A moving story. With an inflatable giraffe, and promises of duffel coats.

Today we drove to Sheffield to drop off a daughter.  Oh, it's all right, it was one of my daughters, I didn't just fancy a long drive in order to lose someone else's daughter - it's much too far to go to miscellaneously dispose of any girl children that happen to be lounging about on the sofa.  Anyway.  Off we set in the big car, which is  large enough to contain (variously), two teddy bears, an inflatable giraffe, a hot water bottle, two life-sized bags of dried pasta and a knife-fork-and-spoon set.  Without which, apparently, life at University wouldn't be worth living.  So, it appears that said daughter is expecting a flood, from which she will be saved by inflating the giraffe, float to safety whilst surviving on pasta and teddy-bear stuffing, protected from the chill only by her fleecy-covered hot water bottle.
Quite how this fits in with Accountancy I have yet to have revealed to me.  Perhaps all accountants are secretly sitting on cushions like this whilst auditing your accounts.  The thought makes me smile, anyway.

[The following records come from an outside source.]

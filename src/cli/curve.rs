//! `forehear curve`

use super::args::Curve;
use super::bias::stop;
use super::console::Console;
use super::fault::{Failure, Stop};
use super::interrupt::{begin_writing, check_stop};
use super::output::{Existing, Output};
use super::source::{self, Loaded};
use forehear::diagnostic::{Code, nearest};
use forehear::report::csv::{plate_csv, transfer_csv};
use forehear::report::json::curve_document;
use forehear::report::svg::{plate_svg, transfer_svg};
use forehear::report::terminal::curve_text;
use forehear::study::curve;
use forehear::study::result::CurveStudy;

pub fn run(args: &Curve, console: Console) -> Result<(), Stop> {
    let design = source::load(&args.design)?;
    let mut studies = Vec::new();
    for k in stages(&design, args.stage.as_deref())? {
        check_stop()?;
        studies
            .push(curve::study(&design.prepared, k).map_err(|fault| stop(&design.name, &fault))?);
    }
    check_stop()?;
    let mut written = Vec::new();
    if let Some(folder) = &args.out {
        let files = files(&design.stem, &studies);
        let names: Vec<String> = files.iter().map(|(name, _)| name.clone()).collect();
        let mut output = Output::open(folder, Existing::Refuse, &names)?;
        begin_writing()?;
        for (name, text) in &files {
            output.add_text(name, text)?;
        }
        output.commit()?;
        written = names
            .iter()
            .map(|name| folder.join(name).display().to_string())
            .collect();
    }
    console.answer(
        || curve_document(&studies, &written),
        |page| curve_text(&studies, &written, page),
    )
}

/// Numbers of the stages asked for.
fn stages(design: &Loaded, wanted: Option<&str>) -> Result<Vec<usize>, Failure> {
    let stages = &design.prepared.design.stages;
    let Some(wanted) = wanted else {
        return Ok((0..stages.len()).collect());
    };
    match stages.iter().position(|s| s.name == wanted) {
        Some(k) => Ok(vec![k]),
        None => {
            let names = stages.iter().map(|s| s.name.as_str());
            let hint = match nearest(wanted, names.clone()) {
                Some(near) => format!("did you mean `{near}`?"),
                None => format!("its stages are {}", names.collect::<Vec<_>>().join(", ")),
            };
            Err(Failure::of(
                "--stage",
                Code::UnknownName,
                format!("the design {} has no stage `{wanted}`", design.name),
                Some(hint),
            ))
        }
    }
}

/// Names and contents of the files: the sheets hold all stages, each stage has two pictures.
fn files(stem: &str, studies: &[CurveStudy]) -> Vec<(String, String)> {
    let mut files = vec![
        (format!("{stem}-transfer.csv"), transfer_csv(studies)),
        (format!("{stem}-plate-curves.csv"), plate_csv(studies)),
    ];
    for study in studies {
        let stage = &study.stage;
        let transfer = transfer_svg(&study.design, std::slice::from_ref(&study.transfer));
        files.push((format!("{stem}-{stage}-transfer.svg"), transfer));
        files.push((format!("{stem}-{stage}-plate-curves.svg"), plate_svg(study)));
    }
    files
}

So.  At the crack of lunch-time we set out for Sheffield, which on paper is only...ooooh...about....this far away.  However, given the general lack of roads around here it took three ice ages before we arrived, and almost an entire packet of chocolate eclairs (not me, not me, the driver ate them...) even whilst travelling at speeds approaching warp (at one point I think light actually bent around the car, and I swear I am now three years younger than I was when we left).  But we got there.  And then the doors wouldn't open, even when we waved the Magic Key of Doom at the transmitter and uttered Harry-Potteresque sayings at it ('Openupimus' and similar).

The knob turned the other way, apparently.  Who knew?

And then, to add insult to an already quite injurious day, she insisted on coming back home with us!  More stuff to transport later, apparently!  So it's not even as though I can sit down with a nice hot cup of tea and the knowledge of a job well done - no, I can perch on the edge of a sofa on which said daughter is now sprawled (tired out after all that door-opening, you know), and look forward to doing the whole thing again! 

Well, after all, we haven't moved the stuffed sloth, the fourteen odd socks, three hundredweight of coal and the thirty-year-old duffel coat yet.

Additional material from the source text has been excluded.